Convert $\int_0^{\pi/6} \int_{0}^{2/\cos\theta} r \ dr \ d\theta$ to cartesian coordinates?

Question

$$\int_0^{\pi/6} \int_{0}^{2/\cos\theta} r \ dr \ d\theta$$

I'm not sure how to sketch out the region of this while it's still in polar coordinates (in particular, I don't know how to interpret $r=2/ \cos\theta$ or what that would look like on the cartesian plane).

So I first try to convert it. At some point $r = 2/\cos\theta$, so $r \cos\theta = x = 2$.

Also, the original outer integrals tells us we're dealing with the right angle triangle within the unit circle corresponding to angle $\pi/6$. This triangle has a height of $1/2$ and a width of $\sqrt3/2$. I use these two numbers to calculate the slope of the triangle's diagonal and find that that diagonal can be described with the line $y=(\sqrt3/4)x$ .

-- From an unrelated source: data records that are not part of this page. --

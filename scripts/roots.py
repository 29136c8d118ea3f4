#!/usr/bin/env python3
"""What is found in sweeps with more than two poles and a zero: order right, roots within 4 of their standard errors.

    python scripts/roots.py [--runs 200] [--seed 1] [--case NAME ...]

Fitted without a design, noise unknown, on 281 points from 10 Hz to 100 MHz with receiver floors of 2e-5 for a drive of
1 and 0.1 % gain error. All loops are invented: 82 dB, poles at 1.2 kHz and 58 MHz, a zero at 116 MHz, and what the case
says.
"""

from __future__ import annotations

import argparse
import sys
from collections.abc import Sequence
from dataclasses import dataclass

import numpy as np

import fitamp

NOISE = fitamp.NoiseLevels(error_channel=2e-5, return_channel=2e-5, relative=1e-3)
FREQ_HZ = np.geomspace(10.0, 100e6, 281)
SIGMAS = 4.0


@dataclass(frozen=True, slots=True, kw_only=True)
class Case:
    """A loop, and the step of a receiver's range that its reading has: place in Hz, size in dB."""

    title: str
    loop: fitamp.Transfer
    step: tuple[float, float] | None = None

    def measure(self, rng: np.random.Generator) -> np.ndarray:
        """One noisy reading."""
        gain = self.loop.evaluate(FREQ_HZ)
        if self.step is not None:
            gain = gain * np.where(self.step[0] < FREQ_HZ, 10 ** (self.step[1] / 20), 1.0)
        return fitamp.simulate_bench(gain, NOISE, rng)


def pair(distance_hz: float, quality: float) -> tuple[complex, complex]:
    """A complex pair by its distance from the origin; a negative quality lies in the right half plane."""
    root = distance_hz * complex(-1 / (2 * quality), np.sqrt(1 - 1 / (4 * quality**2)))
    return root, root.conjugate()


def _loop(poles_hz: Sequence[complex] = (), zeros_hz: Sequence[complex] = ()) -> fitamp.Transfer:
    return fitamp.Transfer(dc_gain=10**4.1, poles_hz=(-1.2e3, -58e6, *poles_hz), zeros_hz=(-116e6, *zeros_hz))


CASES = {
    "resonance": Case(
        title="package resonance, 30 MHz, Q 20, zeros 2 % above", loop=_loop(pair(30e6, 20), pair(30.6e6, 20))
    ),
    "broad": Case(title="resonance, 9 MHz, Q 10, zeros 4 % above", loop=_loop(pair(9e6, 10), pair(9.4e6, 12))),
    "mirror": Case(title="mirror pole 20 MHz, its zero 40 MHz", loop=_loop((-20e6,), (-40e6,))),
    "third-pole": Case(
        title="poles at 20 and 50 MHz, zero at 40 MHz",
        loop=fitamp.Transfer(dc_gain=10**4.1, poles_hz=(-1.2e3, -20e6, -50e6), zeros_hz=(-40e6,)),
    ),
    "unstable": Case(title="resonance with unstable poles", loop=_loop(pair(30e6, -50), pair(30.6e6, 20))),
    "range-step": Case(title="range step of 0.1 dB at 1 MHz", loop=_loop(), step=(1e6, 0.1)),
    "nothing": Case(title="nothing more", loop=_loop()),
}


def deviation(fit: fitamp.LoopFit, loop: fitamp.Transfer) -> float:
    """The farthest that a fitted root lies from the nearest true one, in its own standard errors; inf without error."""
    farthest = 0.0
    for found, truth in ((fit.named_poles, loop.poles_hz), (fit.named_zeros, loop.zeros_hz)):
        for _, root in found:
            if root.covariance is None:
                return np.inf
            nearest = min(truth, key=lambda true: abs(true - root.value_hz))
            off = np.abs([(root.value_hz - nearest).real, (root.value_hz - nearest).imag])
            errors = np.sqrt(np.diag(root.covariance))
            farthest = max(farthest, float((off[errors > 0] / errors[errors > 0]).max(initial=0.0)))
    return farthest


def main(arguments: Sequence[str]) -> int:
    """Run and print; the exit code."""
    parser = argparse.ArgumentParser(
        prog="roots", description=__doc__, formatter_class=argparse.RawDescriptionHelpFormatter
    )
    parser.add_argument("--runs", type=int, default=200)
    parser.add_argument("--seed", type=int, default=1)
    parser.add_argument("--case", nargs="+", choices=CASES, default=list(CASES))
    args = parser.parse_args(arguments)
    print(f"{args.runs} noisy sweeps a case, seed {args.seed}")
    print(f"{'case':<54}{'order right':>12}{'within 4 σ':>12}{'farthest':>10}{'inadequate':>12}")
    for index, (name, case) in enumerate(CASES.items()):
        if name not in args.case:
            continue
        orders, farthest, inadequate = [], [], 0
        for run in range(args.runs):
            gain = case.measure(np.random.default_rng([args.seed, index, run]))
            fit = fitamp.fit_sweep(fitamp.Sweep(freq_hz=FREQ_HZ, gain=gain))
            same = (len(fit.named_poles), len(fit.named_zeros)) == (len(case.loop.poles_hz), len(case.loop.zeros_hz))
            orders.append(same and len(fit.range_steps) == (case.step is not None))
            farthest.append(deviation(fit, case.loop))
            inadequate += not fit.adequacy.adequate
        within = np.mean(np.array(farthest) <= SIGMAS)
        print(
            f"{case.title:<54}{np.mean(orders):>12.1%}{within:>12.1%}{max(farthest):>8.1f} σ"
            f"{inadequate / args.runs:>12.1%}",
            flush=True,
        )
    return 0


if __name__ == "__main__":
    for stream in (sys.stdout, sys.stderr):
        # A console in a legacy code page must not stop a table over a σ.
        stream.reconfigure(errors="replace")
    sys.exit(main(sys.argv[1:]))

So the integral I arrive at is $$\int_0^2 \int_0^{(\sqrt3/4)x} dy \ dx$$

But apparently that's wrong. I'm not sure how else to go about this, any help is appreciated!

Answer 1

Your triangle has horizontal leg =2 (since $x=r\cos\theta=2$). Since the angle opposite to the vertical leg is $\pi/6$, the height is $2\tan(\pi/6)=2\sqrt{3}/3$, and the equation of the hypotenuse is $y=(\sqrt{3}/3)x$. Your integral in Cartesian coordinates is $$ \int\limits_0^2\int\limits_0^{\sqrt{3}x/3}\,dy\,dx $$ since $rdrd\theta=dxdy$.

Answer 2

The integral represents the shaded area and the correct conversion is

$$\int_0^{\pi/6} \int_{0}^{2/\cos\theta} r dr d\theta= \int_0^2 \int_0^{x/\sqrt3 }dy dx$$

The triangle has the width $2$ and the height $2/\sqrt3$.